**Task:**
All of the records must come back exactly. Please repeat them in full.

**Source data:**

• • •

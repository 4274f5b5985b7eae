"""The compiled bank against the slow, exact reference, on series rich in ties, lines and turns."""

from math import isnan

import numpy as np
import pytest
from hypothesis import given, settings
from hypothesis import strategies as st

from charts import reference
from charts.feeding import MINUTE, judged
from quietmill.model import COUNTS, NELSON, Cusum, Detector, Ewma, Notice, Rule, rule_bits

SIXTEENTHS = (0.0, 1.0)
TENTHS = (10.0, 0.1)


@st.composite
def detectors(draw: st.DrawFn, centre: float, sigma: float) -> Detector:
    rules = draw(st.sets(st.sampled_from(NELSON)))
    numbers = {
        Rule.BEYOND_LIMITS: st.sampled_from([2, 2.5, 3, 4]),
        Rule.SAME_SIDE: st.integers(2, 12),
        Rule.STRATIFICATION: st.integers(2, 16),
        Rule.MIXTURE: st.integers(2, 9),
    }
    ewma = draw(st.sampled_from([None, Ewma(0.25, 2.0), Ewma(0.1, 2.7, exact=False), Ewma(1.0, 3.0)]))
    cusum = draw(st.sampled_from([None, Cusum(0.5, 4), Cusum(0.25, 3, 1.5), Cusum(0.5, 2, ceiling=2), Cusum(1, 1)]))
    return Detector(
        centre,
        sigma,
        rules={rule: draw(numbers[rule]) if rule in COUNTS else 0 for rule in sorted(rules)},
        ewma=ewma,
        cusum=cusum,
        side=draw(st.sampled_from(["both", "both", "high", "low"])),
        spread_signals=draw(st.booleans()),
        gap=draw(st.sampled_from([0, 0, 5 * MINUTE])),
        quiet_points=draw(st.integers(1, 8)),
        points_kept=draw(st.sampled_from([1, 2, 5, 64])),
    )


@st.composite
def cases(draw: st.DrawFn) -> tuple[Detector, list[float], list[int]]:
    """A detector, a series on a grid on which lines and ties are exact, and times with some gaps."""
    centre, sigma = draw(st.sampled_from([SIXTEENTHS, TENTHS]))
    step = st.integers(-64, 64) if sigma == 1 else st.integers(-40, 40)
    near = st.sampled_from([-3, -2, -1, 0, 1, 2, 3]).map(lambda n: n * (16 if sigma == 1 else 10))
    grid = draw(st.lists(st.one_of(step, near), min_size=1, max_size=60))
    runs = draw(st.lists(st.tuples(st.integers(0, 59), st.integers(2, 14), st.integers(-24, 24)), max_size=3))
    for begin, length, slope in runs:  # stretches of trends, levels and ties
        for place in range(begin, min(begin + length, len(grid))):
            grid[place] = slope * (place - begin) // 4
    scale = 16 if sigma == 1 else 100
    values = [float(f"{centre + number / scale:.4f}") for number in grid]
    pauses = draw(st.lists(st.sampled_from([1, 1, 1, 1, 9]), min_size=len(values), max_size=len(values)))
    return draw(detectors(centre, sigma)), values, np.cumsum(pauses).__mul__(MINUTE).tolist()


@settings(max_examples=400, deadline=None)
@given(cases())
def test_the_bank_agrees_with_the_definitions(case: tuple[Detector, list[float], list[int]]) -> None:
    detector, values, times = case
    verdicts = judged(detector, values, times)
    expected = reference.judge(values, detector, times)
    notices = {int(verdicts.points["number"][notice["point"]]): notice for notice in verdicts.notices}
    for number, (point, wanted) in enumerate(zip(verdicts.points, expected, strict=True), start=1):
        assert int(point["bits"]) == sum(rule_bits(rule, side) for rule, side in wanted.holds), number
        assert abs(point["z"] - float(wanted.z)) < 1e-9
        if detector.ewma is not None:
            assert abs((point["ewma"] - detector.centre) / detector.sigma - float(wanted.ewma)) < 1e-8
        if detector.cusum is not None:
            assert abs(point["cusum_high"] - float(wanted.high)) < 1e-8
            assert abs(point["cusum_low"] - float(wanted.low)) < 1e-8
        notice = notices.pop(number, None)
        assert (Notice(int(notice["kind"])).name if notice is not None else "") == wanted.notice, number
        if notice is not None:
            assert int(notice["joined"]) == sum(rule_bits(rule, side) for rule, side in wanted.joined)
        if wanted.notice == "RAISED":
            assert int(notice["onset_number"]) == wanted.onset
            assert int(notice["onset_time"]) == times[wanted.onset - 1]
            if wanted.shift_sigma is None:
                assert isnan(notice["shift"])
                assert isnan(notice["shift_sigma"])
            else:
                assert abs(notice["shift_sigma"] - float(wanted.shift_sigma)) < 1e-8
                assert abs(notice["shift"] - float(wanted.shift_sigma) * detector.sigma) < 1e-8
    assert not notices


@pytest.mark.parametrize(("centre", "sigma"), [(10.0, 0.1), (10.0, 0.3), (5.6, 0.12), (8.7, 0.08)])
def test_onsets_that_tie_on_paper_tie_in_binary_and_the_latest_counts(centre: float, sigma: float) -> None:
    """One point at 2 sigma, and four at 1 on average, are equally likely changes; binary fractions told them apart."""
    values = [round(centre + z * sigma, 6) for z in (1, 0.5, 0.5, 2)]
    detector = Detector(centre, sigma, rules={Rule.SAME_SIDE: 4})
    assert judged(detector, values).notices["onset_number"].tolist() == [4]
    assert [point.onset for point in reference.judge(values, detector) if point.notice] == [4]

• • •

**Exercise answer:**
repository 4274f5b5985b7eae
"""The compiled bank against the slow, exact reference, on series rich in ties, lines and turns."""

from math import isnan

import numpy as np
import pytest
from hypothesis import given, settings
from hypothesis import strategies as st

from charts import reference
from charts.feeding import MINUTE, judged
from quietmill.model import COUNTS, NELSON, Cusum, Detector, Ewma, Notice, Rule, rule_bits

SIXTEENTHS = (0.0, 1.0)
TENTHS = (10.0, 0.1)


@st.composite
def detectors(draw: st.DrawFn, centre: float, sigma: float) -> Detector:
    rules = draw(st.sets(st.sampled_from(NELSON)))
    numbers = {
        Rule.BEYOND_LIMITS: st.sampled_from([2, 2.5, 3, 4]),
        Rule.SAME_SIDE: st.integers(2, 12),
        Rule.STRATIFICATION: st.integers(2, 16),
        Rule.MIXTURE: st.integers(2, 9),
    }
    ewma = draw(st.sampled_from([None, Ewma(0.25, 2.0), Ewma(0.1, 2.7, exact=False), Ewma(1.0, 3.0)]))
    cusum = draw(st.sampled_from([None, Cusum(0.5, 4), Cusum(0.25, 3, 1.5), Cusum(0.5, 2, ceiling=2), Cusum(1, 1)]))
    return Detector(
        centre,
        sigma,
        rules={rule: draw(numbers[rule]) if rule in COUNTS else 0 for rule in sorted(rules)},
        ewma=ewma,
        cusum=cusum,
        side=draw(st.sampled_from(["both", "both", "high", "low"])),
        spread_signals=draw(st.booleans()),
        gap=draw(st.sampled_from([0, 0, 5 * MINUTE])),
        quiet_points=draw(st.integers(1, 8)),
        points_kept=draw(st.sampled_from([1, 2, 5, 64])),
    )


@st.composite
def cases(draw: st.DrawFn) -> tuple[Detector, list[float], list[int]]:
    """A detector, a series on a grid on which lines and ties are exact, and times with some gaps."""
    centre, sigma = draw(st.sampled_from([SIXTEENTHS, TENTHS]))
    step = st.integers(-64, 64) if sigma == 1 else st.integers(-40, 40)
    near = st.sampled_from([-3, -2, -1, 0, 1, 2, 3]).map(lambda n: n * (16 if sigma == 1 else 10))
    grid = draw(st.lists(st.one_of(step, near), min_size=1, max_size=60))
    runs = draw(st.lists(st.tuples(st.integers(0, 59), st.integers(2, 14), st.integers(-24, 24)), max_size=3))
    for begin, length, slope in runs:  # stretches of trends, levels and ties
        for place in range(begin, min(begin + length, len(grid))):
            grid[place] = slope * (place - begin) // 4
    scale = 16 if sigma == 1 else 100
    values = [float(f"{centre + number / scale:.4f}") for number in grid]
    pauses = draw(st.lists(st.sampled_from([1, 1, 1, 1, 9]), min_size=len(values), max_size=len(values)))
    return draw(detectors(centre, sigma)), values, np.cumsum(pauses).__mul__(MINUTE).tolist()


@settings(max_examples=400, deadline=None)
@given(cases())
def test_the_bank_agrees_with_the_definitions(case: tuple[Detector, list[float], list[int]]) -> None:
    detector, values, times = case
    verdicts = judged(detector, values, times)
    expected = reference.judge(values, detector, times)
    notices = {int(verdicts.points["number"][notice["point"]]): notice for notice in verdicts.notices}
    for number, (point, wanted) in enumerate(zip(verdicts.points, expected, strict=True), start=1):
        assert int(point["bits"]) == sum(rule_bits(rule, side) for rule, side in wanted.holds), number
        assert abs(point["z"] - float(wanted.z)) < 1e-9
        if detector.ewma is not None:
            assert abs((point["ewma"] - detector.centre) / detector.sigma - float(wanted.ewma)) < 1e-8
        if detector.cusum is not None:
            assert abs(point["cusum_high"] - float(wanted.high)) < 1e-8
            assert abs(point["cusum_low"] - float(wanted.low)) < 1e-8
        notice = notices.pop(number, None)
        assert (Notice(int(notice["kind"])).name if notice is not None else "") == wanted.notice, number
        if notice is not None:
            assert int(notice["joined"]) == sum(rule_bits(rule, side) for rule, side in wanted.joined)
        if wanted.notice == "RAISED":
            assert int(notice["onset_number"]) == wanted.onset
            assert int(notice["onset_time"]) == times[wanted.onset - 1]
            if wanted.shift_sigma is None:
                assert isnan(notice["shift"])
                assert isnan(notice["shift_sigma"])
            else:
                assert abs(notice["shift_sigma"] - float(wanted.shift_sigma)) < 1e-8
                assert abs(notice["shift"] - float(wanted.shift_sigma) * detector.sigma) < 1e-8
    assert not notices


@pytest.mark.parametrize(("centre", "sigma"), [(10.0, 0.1), (10.0, 0.3), (5.6, 0.12), (8.7, 0.08)])
def test_onsets_that_tie_on_paper_tie_in_binary_and_the_latest_counts(centre: float, sigma: float) -> None:
    """One point at 2 sigma, and four at 1 on average, are equally likely changes; binary fractions told them apart."""
    values = [round(centre + z * sigma, 6) for z in (1, 0.5, 0.5, 2)]
    detector = Detector(centre, sigma, rules={Rule.SAME_SIDE: 4})
    assert judged(detector, values).notices["onset_number"].tolist() == [4]
    assert [point.onset for point in reference.judge(values, detector) if point.notice] == [4]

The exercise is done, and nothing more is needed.